• EXERCISE:
Show every line of the data that contains the string "number".

►

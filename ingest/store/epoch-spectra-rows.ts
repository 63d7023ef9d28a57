/** The epoch_spectra rows of one recording (ingest --epoch-spectra), appended inside its write transaction (writer.ts). */
import type { DuckDBConnection } from '@duckdb/node-api';
import type { EpochSpectraBlock } from './bundle.ts';
import { appendColumns } from './chunks.ts';
import { StoreError } from './errors.ts';
import { tableDef } from './schema.ts';

/** One row per epoch of each block: its 16-bit levels and the row's log10 lo and step. */
export async function appendEpochSpectra(c: DuckDBConnection, recordingId: string, blocks: readonly EpochSpectraBlock[]): Promise<void> {
  for (const es of blocks) {
    const n = es.epoch.length;
    if (es.log10Min.length !== n || es.log10Step.length !== n || es.levels.length !== n * es.nBins) {
      throw new StoreError(`epoch spectra of ${es.channel}: columns differ in length (epochs ${n}, levels ${es.levels.length} for ${es.nBins} bins a row)`, {
        table: 'epoch_spectra',
      });
    }
    await appendColumns(c, tableDef('epoch_spectra'), n, {
      recording_id: () => recordingId,
      channel: () => es.channel,
      reference: () => es.reference,
      epoch: (i) => es.epoch[i],
      freq_start_hz: () => es.freqStartHz,
      freq_step_hz: () => es.freqStepHz,
      n_bins: () => es.nBins,
      log10_min: (i) => es.log10Min[i],
      log10_step: (i) => es.log10Step[i],
      levels: (i) => es.levels.subarray(i * es.nBins, (i + 1) * es.nBins),
    });
  }
}
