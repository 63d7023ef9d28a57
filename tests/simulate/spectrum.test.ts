/**
 * simulateSpectrum draws model spectra with the noise of an n-segment average: each bin is
 * 10^L(f)·Gamma(n, 1/n). Outside references: scipy.stats.kstest against scipy.stats.gamma for
 * the deviates, and the digamma/trigamma functions of scipy.special for the mean and variance
 * of log10 of the noise factor (E ln G = ψ(n) − ln n, Var ln G = ψ′(n) for G ~ Gamma(n, 1/n)).
 */
import { describe, expect, it } from 'vitest';
import { gammaDeviate, simulateSpectrum } from '../../src/core/simulate/index.ts';
import { modelLog10 } from '../../src/core/spectrum/aperiodic-model.ts';
import { Random } from '../../src/core/stats/random.ts';
import { runPython } from '../helpers/python.ts';

describe('gammaDeviate', () => {
  const shapes = [0.5, 1, 7, 1680];
  const rng = new Random(5);
  const draws = Object.fromEntries(shapes.map((shape, i) => [`g${i}`, Float64Array.from({ length: 4000 }, () => gammaDeviate(shape, rng))]));
  const pValues = runPython<number[]>(
    `from scipy import stats
print(json.dumps([float(stats.kstest(numpy.fromfile(inputs[f'g{i}']), stats.gamma(a).cdf).pvalue) for i, a in enumerate(${JSON.stringify(shapes)})]))`,
    draws,
  );

  it.each(shapes.map((s, i) => [s, i]))('Gamma(%s) deviates pass a Kolmogorov–Smirnov test against scipy.stats.gamma (4000 draws)', (_, i) => {
    expect(pValues[i]).toBeGreaterThan(0.001);
  });

  it('rejects a bad shape', () => {
    expect(() => gammaDeviate(0, new Random(1))).toThrow(/shape/);
  });
});

describe('simulateSpectrum', () => {
  const params = { aperiodic: { offset: 2, exponent: 2.2, knee: 0 }, peaks: [{ centerHz: 13.5, height: 0.5, widthHz: 1 }] };
  const freqs = Float64Array.from({ length: 160 }, (_, i) => 0.25 * (i + 4)); // 1 … 40.75 Hz

  const ns = [10, 1680];
  const ref = runPython<[number, number][]>(
    `from scipy.special import digamma, polygamma
print(json.dumps([[float((digamma(n) - numpy.log(n)) / numpy.log(10)), float(numpy.sqrt(polygamma(1, n)) / numpy.log(10))] for n in ${JSON.stringify(ns)}]))`,
  );

  it.each(ns.map((n, i) => [n, i]))('log10 noise around the model has the mean and SD of log10 Gamma(n, 1/n) for n = %s (scipy.special)', (n, i) => {
    const rng = new Random(9);
    const model = modelLog10(freqs, params.aperiodic, params.peaks);
    const d: number[] = [];
    for (let rep = 0; rep < 25; rep++) {
      const s = simulateSpectrum(params, freqs, n, rng);
      for (let k = 0; k < freqs.length; k++) d.push(Math.log10(s[k]) - model[k]);
    }
    const mean = d.reduce((a, b) => a + b, 0) / d.length;
    const sd = Math.sqrt(d.reduce((a, b) => a + (b - mean) ** 2, 0) / (d.length - 1));
    const [refMean, refSd] = ref[i];
    // 4000 values: SE of the mean ≈ sd/63, of the SD ≈ sd/89
    expect(Math.abs(mean - refMean)).toBeLessThan(4 * (refSd / 63));
    expect(Math.abs(sd / refSd - 1)).toBeLessThan(0.05);
  });

  it('is reproducible from the generator state and rejects f ≤ 0', () => {
    expect(simulateSpectrum(params, freqs, 50, new Random(3))).toEqual(simulateSpectrum(params, freqs, 50, new Random(3)));
    expect(() => simulateSpectrum(params, [0, 1], 50, new Random(3))).toThrow(/0 Hz/);
  });
});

◄

• SOLUTION TO THIS TASK:
  const pValues = runPython<number[]>(
  const ref = runPython<[number, number][]>(
    const d: number[] = [];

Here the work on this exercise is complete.